Of note, fiber diameter may not be the only determinant of the EMT behaviors of MDCK cells; the migration capacity of the cells also depends on the cell-substrate adhesion. Earlier studies showed that the scattering of the cells depends on ECM concentration, ^71–72 and a recent study revealed that E-cadherin levels can counterbalance the effect of ECM density.¹² In our case, scaffolds with submicron sized fibers may exhibit a higher ligand density, owing to the higher surface-to-volume ratio as compared to the larger diameter scaffold. The diffuse and punctuated vinculin staining from cells cultured on larger diameter scaffolds, both in the presence and absence of HGF, suggests the presence of moderate cell-matrix adhesion. The intense and punctuated vinculin staining from cells cultured on small diameter fibers in the absence of HGF confirm strong cell-cell adhesion. The diffuse vinculin staining that does co-localize with the F-actin signals at the cell projections indicates the presence of cell-matrix interaction. When stimulated with HGF, vinculin signals disappeared from the cell-cell junction, but are maintained at the focal adhesion with the substrate, giving rise to a motile, mesenchymal cell phenotype.

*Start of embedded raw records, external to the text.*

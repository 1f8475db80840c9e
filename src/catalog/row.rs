//! One catalogue row: its cells read into the values they give, then the
//! steps of [`parse_row`] — the shape and its properties (`shape.rs`), the
//! material (`material.rs`), the mass.

use super::number::number_kind;
use super::records::{self, Record};
use super::schema::{Col, Factor, PriceBasis, Prop, R, R_OUT, Schema};
use super::{material, shape};
use crate::check::{Material, TimberFactors};
use crate::section::{Given, Properties, Shape};
use crate::units::{self, fmt_num};

/// How a row's material is found.
#[derive(Clone, Debug, PartialEq)]
pub enum RowMaterial {
    /// The job's material.
    Job,
    /// A named grade of the job.
    Grade(usize),
    /// The row's own values (on top of its grade or the job's material).
    Own(Box<Material>),
}

/// One catalogue row, parsed and validated (strings borrowed from the record).
#[derive(Clone, Debug)]
pub struct Row<'r> {
    pub name: &'r str,
    pub series: &'r str,
    pub grade: &'r str,
    pub shape: Option<Shape>,
    pub props: Properties,
    /// kg/m.
    pub mass: f64,
    pub material: RowMaterial,
    /// Cost per mm, in the catalogue's currency: the price cell turned
    /// into a cost per length (see [`cost_per_mm`]).
    pub cost: Option<f64>,
    pub stock: Option<bool>,
}

/// A row's cost per mm from its price cell (already in currency per mm,
/// per kg or per mm³ by the header's unit): per mass × mass per length
/// (kg/m ÷ 1000 = kg/mm), per volume × area (mm² × 1 mm = mm³ per mm).
pub fn cost_per_mm(
    basis: Option<PriceBasis>,
    price: Option<f64>,
    mass: f64,
    area: f64,
) -> Option<f64> {
    let p = price?;
    Some(match basis.unwrap_or(PriceBasis::PerLength) {
        PriceBasis::PerLength => p,
        PriceBasis::PerMass => p * mass / 1000.0,
        PriceBasis::PerVolume => p * area,
    })
}

/// Materials available to rows.
#[derive(Clone, Debug)]
pub struct Materials<'a> {
    pub base: &'a Material,
    pub grades: &'a [(String, Material)],
}

impl<'a> Materials<'a> {
    /// A job's material and named grades, as catalogue rows refer to them.
    pub fn of(job: &'a crate::job::Job) -> Materials<'a> {
        Materials {
            base: &job.material,
            grades: &job.grades,
        }
    }

    pub fn get(&self, m: &'a RowMaterial) -> &'a Material {
        match m {
            RowMaterial::Job => self.base,
            RowMaterial::Grade(i) => &self.grades[*i].1,
            RowMaterial::Own(b) => b,
        }
    }
}

fn cell_str<'r>(rec: &Record<'r>, i: usize) -> std::result::Result<&'r str, ()> {
    std::str::from_utf8(rec.get(i).unwrap_or(b""))
        .map(str::trim)
        .map_err(|_| ())
}

/// A cell error at (column, header).
pub struct CellError {
    pub column: usize,
    pub message: String,
}

pub(super) fn cell_err(column: usize, schema: &Schema, message: String) -> CellError {
    let h = schema.headers.get(column).cloned().unwrap_or_default();
    CellError {
        column: column + 1,
        message: format!("{h}: {message}"),
    }
}

pub(super) fn rel_diff(a: f64, b: f64) -> f64 {
    (a - b).abs() / b.abs().max(1e-300)
}

/// Parse one record into a row. `None` material grades are looked up in
/// `mats`. Returns the first problem with its column.
pub fn parse_row<'r>(
    schema: &Schema,
    rec: &Record<'r>,
    mats: &Materials<'_>,
) -> std::result::Result<Row<'r>, CellError> {
    let mut row = Row::slot();
    parse_row_into(schema, rec, mats, &mut row)?;
    Ok(row)
}

impl Row<'_> {
    /// An empty slot for [`parse_row_into`], never a row.
    pub(crate) fn slot() -> Self {
        Row {
            name: "",
            series: "",
            grade: "",
            shape: None,
            props: Properties::unset(),
            mass: 0.0,
            material: RowMaterial::Job,
            cost: None,
            stock: None,
        }
    }
}

/// [`parse_row`] into a row reused from record to record: the scan's
/// path, where moving the large properties out of returned values cost
/// several copies per row. After an error `row` holds no meaning (it is
/// crate-private for that reason).
pub(crate) fn parse_row_into<'r>(
    schema: &Schema,
    rec: &Record<'r>,
    mats: &Materials<'_>,
    row: &mut Row<'r>,
) -> std::result::Result<(), CellError> {
    if rec.fault() == Some(records::Fault::UnclosedQuote) {
        return Err(CellError {
            column: 0,
            message: "a quoted field is never closed (the row runs to the end of the file)".into(),
        });
    }
    if rec.len() != schema.cols.len() {
        return Err(CellError {
            column: 0,
            message: format!(
                "this row has {} field(s) but the header has {}: check the delimiter and quoting",
                rec.len(),
                schema.cols.len()
            ),
        });
    }
    // Filled in place: the cells are large, and moving them out of a
    // returned Result cost two copies per row on the scan's path.
    let mut cells = Cells::empty();
    cells.read(schema, rec)?;
    let name_col = schema.name.unwrap_or(0);
    if cells.name.is_empty() {
        return Err(cell_err(
            name_col,
            schema,
            "empty name: every section needs one".into(),
        ));
    }
    if let Some(s) = cells.s_both {
        cells.given.s_top = cells.given.s_top.or(Some(s));
        cells.given.s_bot = cells.given.s_bot.or(Some(s));
    }
    row.shape = shape::shape_and_properties(
        schema,
        cells.family,
        &mut cells.given,
        &cells.dims,
        name_col,
        &mut row.props,
    )?;
    row.material = material::row_material(
        schema,
        mats,
        cells.grade,
        &cells.own,
        &cells.factors,
        name_col,
    )?;
    row.mass = mass(
        schema,
        mats.get(&row.material).density,
        &row.props,
        cells.mass,
        name_col,
    )?;
    row.cost = cost_per_mm(schema.price_basis, cells.cost, row.mass, row.props.area);
    row.name = cells.name;
    row.series = cells.series;
    row.grade = cells.grade;
    row.stock = cells.stock;
    Ok(())
}

/// The row's mass: given (checked against A·ρ where the material has a
/// density), or A·ρ.
fn mass(
    schema: &Schema,
    density: f64,
    props: &Properties,
    given: Option<f64>,
    name_col: usize,
) -> std::result::Result<f64, CellError> {
    let mass_col = schema
        .cols
        .iter()
        .position(|c| matches!(c, Col::Prop(Prop::Mass, _)));
    match given {
        Some(m) => {
            if density > 0.0 {
                let from_area = props.mass_per_length(density);
                if rel_diff(m, from_area) > 0.05 {
                    let sys = schema.typed_system(units::Show::Mass);
                    return Err(cell_err(
                        mass_col.unwrap_or(name_col),
                        schema,
                        format!(
                            "mass {} differs by {:.1} % from A·ρ = {}: expected agreement within 5 % (check the area, the unit or the density)",
                            units::Show::Mass.fmt(m, sys),
                            100.0 * rel_diff(m, from_area),
                            units::Show::Mass.fmt(from_area, sys)
                        ),
                    ));
                }
            }
            Ok(m)
        }
        None => {
            if density <= 0.0 {
                return Err(cell_err(
                    name_col,
                    schema,
                    "no mass column and no density for this row's material: cannot include self-weight".into(),
                ));
            }
            Ok(props.mass_per_length(density))
        }
    }
}

/// What a row's cells give, each in internal units (text borrowed from the
/// record).
pub(super) struct Cells<'r> {
    pub given: Given,
    /// Shape dimensions by index into `DIMS`: (value, given).
    pub dims: [(f64, bool); 14],
    /// An S column (both S_top and S_bot unless those are given).
    pub s_both: Option<f64>,
    pub mass: Option<f64>,
    pub cost: Option<f64>,
    pub stock: Option<bool>,
    pub name: &'r str,
    pub series: &'r str,
    pub grade: &'r str,
    pub family: &'r str,
    /// The row's own material values: E Fb Fbt Fbc Fv Fy density Emin.
    pub own: [Option<f64>; 8],
    pub factors: TimberFactors,
}

impl<'r> Cells<'r> {
    /// No cell read yet.
    #[inline]
    fn empty() -> Self {
        Cells {
            given: Given::default(),
            dims: [(0.0, false); 14],
            s_both: None,
            mass: None,
            cost: None,
            stock: None,
            name: "",
            series: "",
            grade: "",
            family: "",
            own: [None; 8],
            factors: TimberFactors::default(),
        }
    }

    /// Read every cell of the record into `self` (from [`Cells::empty`]);
    /// the first bad one is the error.
    #[inline]
    fn read(&mut self, schema: &Schema, rec: &Record<'r>) -> std::result::Result<(), CellError> {
        let cells = self;
        for (i, col) in schema.cols.iter().enumerate() {
            if let Col::Dim(..) | Col::Prop(..) | Col::Cost(..) | Col::Factor(_) = col {
                let bytes = rec.get(i).unwrap_or(b"");
                if bytes.iter().all(u8::is_ascii_whitespace) {
                    continue;
                }
                let mut point = Vec::new();
                let bytes = if schema.decimal_comma {
                    super::number::decimal_comma(bytes, &mut point)
                        .map_err(|m| cell_err(i, schema, m))?
                } else {
                    bytes
                };
                let v = match number_kind(bytes) {
                    Some((_, true)) if !matches!(col, Col::Dim(..)) => {
                        let shown = String::from_utf8_lossy(bytes).trim().to_string();
                        return Err(cell_err(
                            i,
                            schema,
                            format!(
                                "'{shown}': fractions are read only in dimension columns; write this value as a decimal"
                            ),
                        ));
                    }
                    Some((v, _)) => v,
                    None if bytes.contains(&b'/') => {
                        let shown = String::from_utf8_lossy(bytes);
                        let why = crate::units::fraction(&shown).err().unwrap_or_default();
                        return Err(cell_err(i, schema, why));
                    }
                    None => {
                        let shown = String::from_utf8_lossy(bytes).trim().to_string();
                        return Err(cell_err(
                            i,
                            schema,
                            format!("'{shown}' is not a finite number"),
                        ));
                    }
                };
                cells.numeric(col, i, v, schema)?;
                continue;
            }
            let raw =
                cell_str(rec, i).map_err(|_| cell_err(i, schema, "not valid UTF-8 text".into()))?;
            match col {
                Col::Name => cells.name = raw,
                Col::Series => cells.series = raw,
                Col::Grade => cells.grade = raw,
                Col::Shape => cells.family = raw,
                Col::Note | Col::Factor(_) => {}
                Col::Stock => {
                    if !raw.is_empty() {
                        cells.stock = Some(match raw.to_ascii_lowercase().as_str() {
                            "yes" | "y" | "true" | "1" => true,
                            "no" | "n" | "false" | "0" => false,
                            _ => {
                                return Err(cell_err(
                                    i,
                                    schema,
                                    format!("'{raw}' is not yes or no"),
                                ));
                            }
                        });
                    }
                }
                Col::Dim(..) | Col::Prop(..) | Col::Cost(..) => {}
            }
        }
        Ok(())
    }

    /// Store one numeric cell's value (in its header unit).
    #[inline]
    fn numeric(
        &mut self,
        col: &Col,
        i: usize,
        v: f64,
        schema: &Schema,
    ) -> std::result::Result<(), CellError> {
        let zero_ok = matches!(col, Col::Dim(R | R_OUT, _) | Col::Cost(..));
        if v < 0.0 || (v == 0.0 && !zero_ok) {
            return Err(cell_err(
                i,
                schema,
                format!(
                    "{} is not valid: expected a value greater than zero",
                    fmt_num(v)
                ),
            ));
        }
        let (given, own) = (&mut self.given, &mut self.own);
        match *col {
            Col::Dim(idx, f) => self.dims[idx] = (v * f, true),
            Col::Cost(_, f) => self.cost = Some(v * f),
            Col::Prop(p, f) => {
                let v = v * f;
                match p {
                    Prop::Area => given.area = Some(v),
                    Prop::Ix => given.ix = Some(v),
                    Prop::Iy => given.iy = Some(v),
                    Prop::J => given.j = Some(v),
                    Prop::Cw => given.cw = Some(v),
                    Prop::S => self.s_both = Some(v),
                    Prop::STop => given.s_top = Some(v),
                    Prop::SBot => given.s_bot = Some(v),
                    Prop::Zx => given.zx = Some(v),
                    Prop::CTop => given.c_top = Some(v),
                    Prop::CBot => given.c_bot = Some(v),
                    Prop::Q => given.q_na = Some(v),
                    Prop::Mass => self.mass = Some(v),
                    Prop::E => own[0] = Some(v),
                    Prop::Fb => own[1] = Some(v),
                    Prop::Fbt => own[2] = Some(v),
                    Prop::Fbc => own[3] = Some(v),
                    Prop::Fv => own[4] = Some(v),
                    Prop::Fy => own[5] = Some(v),
                    Prop::Density => own[6] = Some(v),
                    Prop::Emin => own[7] = Some(v),
                }
            }
            Col::Factor(k) => {
                if v > 3.0 {
                    return Err(cell_err(
                        i,
                        schema,
                        format!("adjustment factor {} is outside 0 < factor ≤ 3", fmt_num(v)),
                    ));
                }
                let f = &mut self.factors;
                let slot = match k {
                    Factor::Cd => &mut f.cd,
                    Factor::CmFb => &mut f.cm_fb,
                    Factor::CmFv => &mut f.cm_fv,
                    Factor::CmE => &mut f.cm_e,
                    Factor::Ct => &mut f.ct,
                    Factor::Ci => &mut f.ci,
                    Factor::CtE => &mut f.ct_e,
                    Factor::CiE => &mut f.ci_e,
                    Factor::Cf => &mut f.cf,
                    Factor::Cr => &mut f.cr,
                    Factor::Cfu => &mut f.cfu,
                };
                *slot = Some(v);
            }
            _ => {}
        }
        Ok(())
    }
}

Despite the quantitative nature of the current study, our results unambiguously confirm that the fiber diameter is the predominant factor controlling the initial cell phenotype and the higher ligand density further reinforced the HGF mediated phenotypic change seen in the 0.5 μm fibers. Therefore, nanofibrous scaffolds are a more suitable platform for establishing appropriate extracellular microenvironment for studying EMT during disease progression. Future investigations focusing on quantitative analyses of cell motility, mechanotransduction, as well as EMT-related genes and proteins, including various integrins, HGF downstream genes and known transcriptional EMT inducers, will reveal unknown mechanisms on fiber diameter-mediated EMT.

5. Conclusion

Cell-adhesive, micro/nano fibrous scaffolds were developed to provide an instructive environment for dissecting fundamental processes guiding EMT. Our study revealed that the attachment, clustering and scattering of MDCK cells are dependent on the diameter and surface chemistry of electrospun fibers. In the absence of HGF, MDCK cells tend to be more clustered and have a more cobblestone morphology when cultured on submicron sized fibrous scaffolds. With the addition of HGF, cells adopt a more spread-out, spindle-shaped morphology, indicating an epithelial to mesenchymal transition. Micron-sized fibers, on the other hand, promote intimate interactions between individual cells and isolated fibers, thereby fostering a more mesenchymal-like phenotype in the absence or presence of scattering factor. The strong correlation between fiber diameter, cell shape/morphology and phenotype underscores the importance of designing synthetic scaffolds with appropriate topographical features to regulate cell function and to foster desired cell differentiation.